DbF, change in circumstances, two cases:
Krell v Henry [1903]
Facts: Henry hired a room from Krell for two days to view the coronation of Edward VII but the contract itself made no reference to this. The king’s illness caused a postponement and defendant refused to pay for the room.
Held: the court held that the contract was frustrated. Henry was excused from paying as the coronation was the foundation of the contract.
Herne Bay Steamboat v Hutton [1903]
Facts: defendant hired a boat to sail around the Solent to see the new King’s inspection of the fleet gathered in the port and to see the fleet which was seldom gathered in one place. Inspection postponed.
Held: the court held that the contract was not frustrated. Although one purpose to see the inspection had been destroyed, the defendant was still able to use the boat and see the fleet. The court considered that there was still some commercial value in the contract.
Limitations on the doctrine of frustration:
1) Frustration is self-induced.
2) Contract has merely become more difficult to perform or less beneficial to one of the parties.

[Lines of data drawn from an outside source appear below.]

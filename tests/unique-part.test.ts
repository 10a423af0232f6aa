/**
 * Short forms made of words only one entry's names carry ("Lek" for "Albanian Lek", "Brunei" for
 * "Brunei Darussalam"): nameMatch's "part" match. An invented table of the gazette's firms.
 */
import { afterAll, beforeAll, describe, expect, it } from "vitest";
import type { Linker } from "../src/link/linker.js";
import { openTableKb, type TableKb } from "./helpers/table-kb.js";

const TABLE = [
  "id,name,type,description",
  "F1,Ambry Rope Walk,firm,rope makers",
  "F2,Pellow Chandlery,firm,ship chandlers",
  "F3,Quarrie Chandlery,firm,ship chandlers",
  "P1,Josiah Aldous,person,harbour master",
  "L1,Saint Morwen and Carrow Holm,place,parish of two villages",
  "L2,Saint Brannock,town,market town",
  "F4,Tolley Valley Railway Sidings,firm,goods yard",
  "F5,Wexcombe Sidings,firm,goods yard",
  "L3,Tolley Reach,place,stretch of the river",
  "L4,Upper Pool of the Tolley and Gannet Sands,place,anchorage below the town",
  "L5,Carrow Pool,place,mill pond",
  "I1,Fenwold Quarter Sessions,institution,county court",
  "",
].join("\n");

let table: TableKb;
let linker: Linker;
const codes = (text: string, type: string) => linker.link({ id: "m", text, type }).reasons.map((r) => r.code);

beforeAll(async () => {
  table = await openTableKb(TABLE, "hawser-part-");
  linker = table.linker;
});

afterAll(() => table.close());

describe("short forms of words one entry's names carry", () => {
  it("links the first or the last words of a name", () => {
    for (const text of ["Ambry", "Rope Walk", "Ambry Rope"]) {
      const r = linker.link({ id: "m", text, type: "ORG" });
      expect(r.entity, text).toBe("F1");
      expect(codes(text, "ORG"), text).toContain("name-unique-part");
    }
  });

  it("reads a part only as an entry of the kind the mention's label says", () => {
    // The table has the county's court, not the county: a place named Fenwold is not its court.
    expect(codes("Fenwold", "LOC")).not.toContain("name-unique-part");
    expect(linker.link({ id: "m", text: "Fenwold", type: "LOC" }).entity).toBeNull();
    // Labeled as an organization, or not labeled, the part reads as the court's.
    for (const type of ["ORG", ""]) {
      const r = linker.link({ id: "m", text: "Fenwold", ...(type === "" ? {} : { type }) });
      expect(r.entity, type).toBe("I1");
      expect(
        r.reasons.map((x) => x.code),
        type,
      ).toContain("name-unique-part");
    }
  });

  it("does not read a word that other entries' names carry, or a middle word, so", () => {
    // "Chandlery" ends two firms' names; "Rope" is inside "Ambry Rope Walk".
    expect(codes("Chandlery", "ORG")).not.toContain("name-unique-part");
    expect(linker.link({ id: "m", text: "Chandlery", type: "ORG" }).entity).toBeNull();
    expect(codes("Rope", "ORG")).not.toContain("name-unique-part");
  });

  it("links words that only together are one entry's, when the words left out are its own", () => {
    // "Saint" is carried by two names, "Morwen" by one; the words left out are the entry's own
    // ("and" joins, "Carrow" and "Holm" no other name carries).
    const r = linker.link({ id: "m", text: "Saint Morwen", type: "LOC" });
    expect(r.entity).toBe("L1");
    expect(codes("Saint Morwen", "LOC")).toContain("name-unique-part");
    // "Tolley Valley Railway" is one entry's only together, but "Sidings" is another firm's word
    // too: the railway company itself may be meant, not its sidings.
    expect(codes("Tolley Valley Railway", "ORG")).not.toContain("name-unique-part");
    // A name's head before "of" or "and" names the whole, whatever its complement carries
    // ("Pool" ends another name, "Tolley" starts two).
    const pool = linker.link({ id: "m", text: "Upper Pool", type: "LOC" });
    expect(pool.entity).toBe("L4");
    expect(codes("Upper Pool", "LOC")).toContain("name-unique-part");
  });

  it("links a name the mention gives with a complement after it", () => {
    // "Saint Brannock" is one entry's alone ("Saint" starts another name); "and the Downs" adds to it.
    const r = linker.link({ id: "m", text: "Saint Brannock and the Downs", type: "LOC" });
    expect(r.entity).toBe("L2");
    expect(codes("Saint Brannock and the Downs", "LOC")).toContain("name-head");
    // A firm's "& Co." read as words is no complement.
    expect(codes("Saint Brannock & Co.", "ORG")).not.toContain("name-head");
  });

  it("links a firm's name the mention gives with a word or two more, as registers write it", () => {
    for (const text of ["Ambry Rope Walk Stores", "Ambry Rope Walk Stores, Ltd."]) {
      const r = linker.link({ id: "m", text, type: "ORG" });
      expect(r.entity, text).toBe("F1");
      expect(codes(text, "ORG"), text).toContain("name-extended");
    }
    // Three words more make another firm's name as often as not.
    expect(codes("Ambry Rope Walk Coal Tar Stores", "ORG")).not.toContain("name-extended");
    // A place's added words make another place: "Carrow Pool Mill" is not the mill pond.
    expect(codes("Carrow Pool Mill", "LOC")).not.toContain("name-extended");
    expect(codes("Carrow Pool Mill", "ORG")).not.toContain("name-extended");
  });

  it("leaves persons' short forms to context and the document", () => {
    // A surname alone may be any member of a family the table does not list.
    expect(codes("Aldous", "PER")).not.toContain("name-unique-part");
  });
});
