/**
 * The link-time context cosine (src/score/context.ts: entity term ids and norm from the index,
 * merged with the mention's term ids) must equal the plain TF-IDF cosine of two full vectors
 * (src/score/tfidf.ts).
 */
import fc from "fast-check";
import { describe, expect, it } from "vitest";
import { contextCosine, idVector, termIdListNorm } from "../src/score/context.js";
import { buildVector, cosine } from "../src/score/tfidf.js";

const WORDS = ["bar", "pilot", "quay", "grain", "oyster", "ferry", "tug"];
const idfOf = (t: string) => 1 + (t.charCodeAt(0) % 5) / 2;
/** Term ids in an order unrelated to the words' spelling, as a KB assigns them (first seen first). */
const ID_OF = new Map(WORDS.map((w, i) => [w, (i * 5) % WORDS.length]));
const WORD_OF = new Map([...ID_OF].map(([w, id]) => [id, w]));
const idfOfId = (id: number) => idfOf(WORD_OF.get(id)!);
const terms: fc.Arbitrary<string[]> = fc.array(fc.constantFrom<string>(...WORDS), { maxLength: 12 });

describe("contextCosine", () => {
  it("equals the cosine of the full TF-IDF vectors, and names only shared terms", () => {
    fc.assert(
      fc.property(
        terms,
        fc.array(fc.constantFrom<string>(...WORDS, "unknownword"), { maxLength: 12 }),
        (e, m) => {
          const mv = buildVector(m, idfOf);
          const mention = idVector(mv, idfOf, (t) => ID_OF.get(t) ?? -1);
          const ids = Uint32Array.from(e.map((t) => ID_OF.get(t)!)).sort();
          const norm = termIdListNorm(ids, 0, ids.length, idfOfId);
          expect(norm).toBeCloseTo(buildVector(e, idfOf).norm, 10);
          const shared: string[] = [];
          const c = contextCosine(mention, ids, 0, ids.length, norm, shared);
          expect(c).toBeCloseTo(cosine(mv, buildVector(e, idfOf)), 10);
          expect(shared.every((t) => m.includes(t) && e.includes(t))).toBe(true);
          expect(new Set(shared).size).toBe(new Set(m.filter((t) => e.includes(t))).size);
        },
      ),
      { seed: 7, numRuns: 300 },
    );
  });

  it("reads an entity's slice of a shared id array, not its neighbours'", () => {
    const mention = idVector(buildVector(["quay", "tug"], idfOf), idfOf, (t) => ID_OF.get(t) ?? -1);
    const a = [ID_OF.get("quay")!, ID_OF.get("tug")!].sort((x, y) => x - y);
    const all = Uint32Array.from([...a, ID_OF.get("bar")!]);
    expect(contextCosine(mention, all, 2, 3, 1)).toBe(0);
    expect(contextCosine(mention, all, 0, 2, termIdListNorm(all, 0, 2, idfOfId))).toBeCloseTo(1, 10);
  });
});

Davis Contractors alts v Fareham UDC [1958]
Facts: contractors agreed to build 78 houses for the Council within 8 months for an agreed price of £85,000. Due to a shortage in skilled labour and material the contract took 22 months to complete and was much more expensive than anticipated. Contractors err paid the contractually agreed price but brought an action arguing that they should be paid more.
Held: contract not frustrated. Fact that a contract had been more difficult to perform or not so profitable is not sufficient to amount to frustration. It was still possible to complete the contract.